Michigan Football: 5 questions for Wolverines against Rutgers
Can Michigan stop Rutgers’ read-option?
Aside from Rutgers stopping Michigan’s rushing attack last year, one of the most frustrating things that Rutgers did was their annoying read-option offense.
The read-option has been kind of an Achilles Heel for Michigan’s defense throughout the Harbaugh era as it has burned Michigan’s defense too many times to count.
Literally, all Michigan needs to do to stop the read-option is maintain discipline, watch the football, not the football player, and tackle. It’s really that simple.
Obviously, it’s not been that simple and easy for Michigan’s defense, as they would have figured it out by now, but hopefully, Saturday night is the start of figuring it out.
If Michigan stops Rutgers’ rushing attack, the game is over. Rutgers can’t throw the football down the field, so Michigan really needs to worry about stopping the run, whether it be quarterback keeps or a handoff or a toss to the running back.
Overall, I expect Michigan football to take a quarter to figure things out. I think they will have the ball for a long period of time in the first quarter, in a low-scoring game, and then will turn it up every quarter after that.

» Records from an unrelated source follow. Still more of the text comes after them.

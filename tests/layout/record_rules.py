"""How records may be written and fetched."""

from __future__ import annotations

import ast
from collections.abc import Iterator
from pathlib import Path

from tests.layout.findings import Finding, python_files

# The one helper, the bulk path with its own history, and what is only derived and made again at will.
MAY_WRITE_IN_BULK = ("fleet/history.py", "fleet/transfer/", "fleet/actions/rebuild_clocks.py")
BULK_WRITES = {"bulk_create", "bulk_update"}
BULK_REMEDY = "leaves no history; save the record, or use the helper in fleet/history.py"
# A line may say, beside the call, why no history is lost: `# no history: derived`.
EXCUSE = "# no history:"
MANAGERS = {"objects", "_default_manager", "_base_manager"}
SHORTCUTS = {"get_object_or_404", "get_list_or_404"}
BEHIND_THE_GATE = tuple(f"{app}/{folder}" for app in ("fleet", "reliability") for folder in ("views", "forms", "api"))


def bulk_writes_keep_history(root: Path) -> Iterator[Finding]:
    for name, tree in python_files(root, "fleet"):
        if name.startswith(MAY_WRITE_IN_BULK):
            continue
        lines = (root / name).read_text(encoding="utf-8").splitlines()
        for call in calls(tree):
            if isinstance(call.func, ast.Attribute) and is_bulk_write(call.func.attr, call):
                stretch = lines[max(0, call.lineno - 2) : call.end_lineno]
                if not any(EXCUSE in line for line in stretch):
                    yield Finding(name, call.func.end_lineno or call.lineno, f".{call.func.attr}() {BULK_REMEDY}")


def is_bulk_write(method: str, call: ast.Call) -> bool:
    """`update` of a queryset takes names only; a dictionary's or a checksum's takes a value."""
    if method in BULK_WRITES:
        return True
    return method == "update" and bool(call.keywords) and not call.args


def screens_use_the_gate(root: Path) -> Iterator[Finding]:
    """Views, forms and API reach records only through the querysets that ask for the person."""
    for name, tree in python_files(root, *BEHIND_THE_GATE):
        for node in ast.walk(tree):
            if isinstance(node, ast.Attribute) and node.attr in MANAGERS:
                yield Finding(name, node.lineno, f".{node.attr} passes the rights by; fetch through the person's gate")
        for call in calls(tree):
            if called_name(call) in SHORTCUTS and names_a_model(call.args):
                remedy = f"{ast.unparse(call)} passes the rights by; give it the person's queryset"
                yield Finding(name, call.lineno, remedy)


def calls(tree: ast.AST) -> Iterator[ast.Call]:
    return (node for node in ast.walk(tree) if isinstance(node, ast.Call))


def names_a_model(arguments: list[ast.expr]) -> bool:
    return bool(arguments) and isinstance(arguments[0], ast.Name) and arguments[0].id[:1].isupper()


def called_name(call: ast.Call) -> str:
    if isinstance(call.func, ast.Name):
        return call.func.id
    return call.func.attr if isinstance(call.func, ast.Attribute) else ""


RULES = [bulk_writes_keep_history, screens_use_the_gate]
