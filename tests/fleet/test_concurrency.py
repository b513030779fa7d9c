"""Two people at one moment: Rosa and Tom, both crew of the weir, and the planner Ines in the office.

The writers run on connections of their own. A meeting point inside the action makes both stand where a missing lock
would let them both through; where the lock is there, the second arrives only when the first is done.
"""

from __future__ import annotations

import datetime as dt
import uuid
from typing import Any

import pytest

from fleet.actions import base
from fleet.actions import correct_record as correct_record_file
from fleet.actions import record_visit as record_visit_file
from fleet.actions.checks_places import Places
from fleet.actions.checks_stays import Stays
from fleet.actions.correct_record import correct_record
from fleet.actions.entries import CounterEntry, PartChange
from fleet.actions.errors import (
    AlreadyDone,
    BadValue,
    ChangedSince,
    Collided,
    ModuleElsewhere,
    PositionTaken,
    RecordError,
)
from fleet.actions.fit_part import fit_part
from fleet.actions.place_module import place_module
from fleet.actions.record_reading import record_reading
from fleet.actions.record_visit import record_visit
from fleet.actions.report_stop import report_stop
from fleet.actions.save_site import save_site
from fleet.models import EntryKey, Fitting, Module, Person, Placement, Reading, Stop, Visit
from tests.factories import Carriage, at, make_crew, make_module, make_site, on
from tests.fleet.invariants import broken_rules
from tests.fleet.together import Meeting, at_once, raised, recorded

pytestmark = pytest.mark.django_db(transaction=True)


@pytest.fixture
def weir() -> Carriage:
    return Carriage()


@pytest.fixture
def rosa(weir: Carriage) -> Person:
    return weir.crew


@pytest.fixture
def tom(weir: Carriage) -> Person:
    return make_crew(weir.site)


def fitting_by(person: Person, weir: Carriage, day: str = "2024-03-09") -> Any:
    return lambda: fit_part(by=person, module=weir.module, position=weir.nut, part=weir.n1, fitted_on=on(day))


def change_by(person: Person, weir: Carriage, **fields: Any) -> Any:
    entry = PartChange(position=weir.nut, reason="failed", part=weir.n2)
    return lambda: record_visit(by=person, module=weir.module, happened_at=at("2024-03-09"), changes=[entry], **fields)


def test_two_crews_fill_the_last_position(
    weir: Carriage, rosa: Person, tom: Person, monkeypatch: pytest.MonkeyPatch
) -> None:
    meeting = Meeting().after(monkeypatch, Stays, "__init__")
    answers = at_once(fitting_by(rosa, weir), fitting_by(tom, weir))
    assert len(recorded(answers)) == 1
    assert "holds" in raised(answers, PositionTaken)[0].message
    assert Fitting.objects.count() == 1
    assert not meeting.met
    assert broken_rules() == []


@pytest.mark.postgres
def test_the_meeting_point_would_show_a_missing_lock(
    weir: Carriage, rosa: Person, tom: Person, monkeypatch: pytest.MonkeyPatch
) -> None:
    """The proof that the test above can fail: without the lock both get through, and only the index stops one."""
    monkeypatch.setattr(base, "lock_module", lambda module, by=None: Module.objects.get(pk=module.pk))
    meeting = Meeting().after(monkeypatch, Stays, "__init__")
    answers = at_once(fitting_by(rosa, weir), fitting_by(tom, weir))
    assert meeting.met
    assert len(recorded(answers)) == 1
    assert "at the same moment" in raised(answers, Collided)[0].message


def test_the_same_submission_twice_at_once_is_one_visit(weir: Carriage, rosa: Person) -> None:
    weir.fit()
    key = uuid.uuid4()
    answers = at_once(*[change_by(rosa, weir, entry_key=key) for _ in range(3)])
    assert len({visit.pk for visit in recorded(answers)}) == 1
    assert len(recorded(answers)) == 3
    assert (Visit.objects.count(), EntryKey.objects.count()) == (1, 1)


def test_one_key_for_two_modules_at_once_serves_one_of_them(
    weir: Carriage, rosa: Person, monkeypatch: pytest.MonkeyPatch
) -> None:
    """Different modules, so that no lock on a module keeps the two apart."""
    other = make_module(type=weir.type, site=weir.site)
    key = uuid.uuid4()
    Meeting().after(monkeypatch, record_visit_file, "clean_instant")
    answers = at_once(
        *[
            lambda module=module: record_visit(by=rosa, module=module, happened_at=at("2024-03-09"), entry_key=key)
            for module in (weir.module, other)
        ]
    )
    assert len(recorded(answers)) == 1
    assert "used for another entry" in raised(answers, BadValue)[0].message
    assert Visit.objects.count() == 1


def test_of_two_corrections_the_second_is_told_what_changed(weir: Carriage, monkeypatch: pytest.MonkeyPatch) -> None:
    fitting = weir.fit()
    meeting = Meeting().after(monkeypatch, correct_record_file, "check_version")
    answers = at_once(
        *[
            lambda lot=lot: correct_record(
                by=weir.manager, record=fitting, version=1, changes={"lot": lot}, reason="read again"
            )
            for lot in ("L-1", "L-2")
        ]
    )
    [stored], [refused] = recorded(answers), raised(answers, ChangedSince)
    assert not meeting.met
    fitting.refresh_from_db()
    assert fitting.lot == stored.lot
    [told] = refused.data["changes"]
    assert (told["field"], told["before"], told["now"]) == ("lot", "empty", stored.lot)
    assert told["who"] == weir.manager.name
    assert fitting.version == 2


def test_a_module_goes_to_one_of_two_sites(weir: Carriage, monkeypatch: pytest.MonkeyPatch) -> None:
    sites = [make_site(), make_site()]
    meeting = Meeting().after(monkeypatch, Places, "__init__")
    answers = at_once(
        *[
            lambda site=site: place_module(by=weir.manager, module=weir.module, site=site, from_on=on("2024-03-09"))
            for site in sites
        ]
    )
    assert len(recorded(answers)) == 1
    assert "that same day" in raised(answers, ModuleElsewhere)[0].message
    assert Placement.objects.current().count() == 1
    assert not meeting.met
    assert broken_rules() == []


def test_a_stop_reported_twice_at_once_stands_once(weir: Carriage, rosa: Person, tom: Person) -> None:
    answers = at_once(
        *[
            lambda person=person: report_stop(by=person, module=weir.module, stopped_at=at("2024-03-09"))
            for person in (rosa, tom, weir.contact)
        ]
    )
    assert len(recorded(answers)) == 1
    assert len(raised(answers, AlreadyDone)) == 2
    assert Stop.objects.now().count() == 1


def test_two_faces_at_once_do_not_fall(weir: Carriage, rosa: Person, tom: Person) -> None:
    at_once(
        *[
            lambda person=person, strokes=strokes, hour=hour: record_reading(
                by=person, module=weir.module, read_at=at("2024-03-09", hour), counter=CounterEntry(strokes=strokes)
            )
            for person, strokes, hour in ((rosa, 900, "10:00"), (tom, 500, "11:00"))
        ]
    )
    assert Reading.objects.count() == 1
    assert broken_rules() == []


def test_crossing_visits_and_a_change_of_their_site_wait_for_each_other_in_turn(weir: Carriage) -> None:
    """Each writer goes through the modules in its own order, while the office changes the site below them."""
    modules = [weir.module, *(make_module(type=weir.type, site=weir.site) for _ in range(2))]
    people = [weir.crew, make_crew(weir.site), weir.manager]

    def round_of_visits(number: int) -> int:
        mine = modules[number:] + modules[:number]
        for day in range(1, 5):
            for module in mine:
                happened_at = at("2024-03-01", f"{8 + number:02}:00") + dt.timedelta(days=day)
                record_visit(by=people[number], module=module, happened_at=happened_at)
        return number

    def office() -> int:
        for number in range(6):
            save_site(by=weir.manager, site=weir.site, strokes_per_day=float(number + 1), code=f"WEIR-NEW-{number}")
        return 3

    answers = at_once(*[lambda number=number: round_of_visits(number) for number in range(3)], office)
    assert answers == [0, 1, 2, 3]
    assert Visit.objects.count() == 3 * 3 * 4
    assert broken_rules() == []


def test_many_nut_changes_at_once_leave_one_part_in(weir: Carriage, rosa: Person, tom: Person) -> None:
    weir.fit()
    answers = at_once(*[change_by(person, weir) for person in (rosa, tom, rosa, tom)])
    assert all(isinstance(answer, Visit | RecordError) for answer in answers)
    assert Fitting.objects.running().count() == 1
    assert broken_rules() == []


@pytest.mark.postgres
def test_the_database_itself_keeps_overlapping_stays_out(weir: Carriage) -> None:
    from django.db import IntegrityError

    weir.fit(fitted_on="2024-01-10")
    with pytest.raises(IntegrityError, match="fitting_no_overlap"):
        Fitting.objects.create(
            module=weir.module, position=weir.nut, part=weir.n2, code="PAST", fitted_on=on("2024-02-01"),
            removed_on=on("2024-03-01"), reason="planned",
        )  # fmt: skip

I don’t think Rutgers will slow down Michigan’s rushing attack to the level that they did last year (with Michigan barely eclipsing 100 yards on the ground as a team) but I think Rutgers will slow it down a little bit (Blake Corum will still rush for over 100 yards though).
I think Michigan won’t have much trouble in the red zone in this game. U-M will be more creative.
Harbaugh said Andrel Anthony needed to get more involved in the offense, so I think he gets more targets in this one and Michigan wins 42-10.